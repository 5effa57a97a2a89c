import type { BudgetLine, Share } from '../contract/findings.ts'
import { stateBefore } from '../timeline/exposure.ts'
import { GAP_INTERVALS, lowerBound, usualInterval } from '../timeline/series.ts'
import type { Thing, Timeline } from '../timeline/timeline.ts'
import { rounded } from './words.ts'

/**
 * Who made up the level at a trip, by the budget of what was known to be on, the largest first. A circuit's figure
 * holds what ran on it when it was measured; what its loads account for is taken off it, so that the shares add up. A circuit with its own
 * clamp counts with what that read just before.
 */
export function sharesAt(timeline: Timeline, at: number, lines: readonly BudgetLine[]): Share[] {
  const byOf = new Map(lines.map((line) => [line.of, line]))
  const loads = new Map<string, Thing[]>()
  for (const thing of timeline.things) {
    if (thing.kind === 'load') loads.set(thing.circuit, [...(loads.get(thing.circuit) ?? []), thing])
  }
  const shares: Share[] = []
  for (const thing of timeline.things) {
    const line = byOf.get(thing.of)
    if (line === undefined || line.ma === null || stateBefore(thing.state, at) !== 'on') continue
    const seen = line.basis === 'channel' ? lastReading(thing, at) : null
    const when = seen === null ? measuredAt(timeline, thing, line) : [at]
    const riding = thing.kind === 'circuit' ? ridingMa(loads.get(thing.circuit) ?? [], when, byOf) : 0
    const own = (seen ?? line.ma) - riding
    if (own > 0) shares.push({ of: thing.of, ma: rounded(own) })
  }
  return shares.sort((a, b) => b.ma - a.ma || (a.of < b.of ? -1 : 1))
}

/** Last reading of a thing's own clamp before the trip; null when none is near. */
function lastReading({ leakage }: Thing, at: number): number | null {
  if (leakage === null) return null
  const i = lowerBound(leakage.t, at) - 1
  return i >= 0 && at - leakage.t[i]! <= GAP_INTERVALS * usualInterval(leakage) ? leakage.v[i]! : null
}

/** Instants up to which the circuit stood as its figure describes it. */
function measuredAt(timeline: Timeline, thing: Thing, line: BudgetLine): number[] {
  if (line.basis === 'survey') {
    return timeline.tests.flatMap((test) => (test.kind === 'clamp' && test.off.includes(thing.of) ? [test.at] : []))
  }
  // A load that comes on with its circuit is on just after, one that goes off with it just before.
  return thing.changes.map(({ at, on }) => (on ? at + 2 : at))
}

/** Mean of what known loads added at those instants, mA. */
function ridingMa(loads: readonly Thing[], when: readonly number[], byOf: ReadonlyMap<string, BudgetLine>): number {
  if (when.length === 0) return 0
  let sum = 0
  for (const at of when) {
    for (const load of loads) {
      if (stateBefore(load.state, at) === 'on') sum += Math.max(0, byOf.get(load.of)?.ma ?? 0)
    }
  }
  return sum / when.length
}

....................

• _Aim of the exercise_
Give back the full listing above, exactly as it reads.

• _Task solution_
repository 5effa57a97a2a89c
import type { BudgetLine, Share } from '../contract/findings.ts'
import { stateBefore } from '../timeline/exposure.ts'
import { GAP_INTERVALS, lowerBound, usualInterval } from '../timeline/series.ts'
import type { Thing, Timeline } from '../timeline/timeline.ts'
import { rounded } from './words.ts'

/**
 * Who made up the level at a trip, by the budget of what was known to be on, the largest first. A circuit's figure
 * holds what ran on it when it was measured; what its loads account for is taken off it, so that the shares add up. A circuit with its own
 * clamp counts with what that read just before.
 */
export function sharesAt(timeline: Timeline, at: number, lines: readonly BudgetLine[]): Share[] {
  const byOf = new Map(lines.map((line) => [line.of, line]))
  const loads = new Map<string, Thing[]>()
  for (const thing of timeline.things) {
    if (thing.kind === 'load') loads.set(thing.circuit, [...(loads.get(thing.circuit) ?? []), thing])
  }
  const shares: Share[] = []
  for (const thing of timeline.things) {
    const line = byOf.get(thing.of)
    if (line === undefined || line.ma === null || stateBefore(thing.state, at) !== 'on') continue
    const seen = line.basis === 'channel' ? lastReading(thing, at) : null
    const when = seen === null ? measuredAt(timeline, thing, line) : [at]
    const riding = thing.kind === 'circuit' ? ridingMa(loads.get(thing.circuit) ?? [], when, byOf) : 0
    const own = (seen ?? line.ma) - riding
    if (own > 0) shares.push({ of: thing.of, ma: rounded(own) })
  }
  return shares.sort((a, b) => b.ma - a.ma || (a.of < b.of ? -1 : 1))
}

/** Last reading of a thing's own clamp before the trip; null when none is near. */
function lastReading({ leakage }: Thing, at: number): number | null {
  if (leakage === null) return null
  const i = lowerBound(leakage.t, at) - 1
  return i >= 0 && at - leakage.t[i]! <= GAP_INTERVALS * usualInterval(leakage) ? leakage.v[i]! : null
}

/** Instants up to which the circuit stood as its figure describes it. */
function measuredAt(timeline: Timeline, thing: Thing, line: BudgetLine): number[] {
  if (line.basis === 'survey') {
    return timeline.tests.flatMap((test) => (test.kind === 'clamp' && test.off.includes(thing.of) ? [test.at] : []))
  }
  // A load that comes on with its circuit is on just after, one that goes off with it just before.
  return thing.changes.map(({ at, on }) => (on ? at + 2 : at))
}

/** Mean of what known loads added at those instants, mA. */
function ridingMa(loads: readonly Thing[], when: readonly number[], byOf: ReadonlyMap<string, BudgetLine>): number {
  if (when.length === 0) return 0
  let sum = 0
  for (const at of when) {
    for (const load of loads) {
      if (stateBefore(load.state, at) === 'on') sum += Math.max(0, byOf.get(load.of)?.ma ?? 0)
    }
  }
  return sum / when.length
}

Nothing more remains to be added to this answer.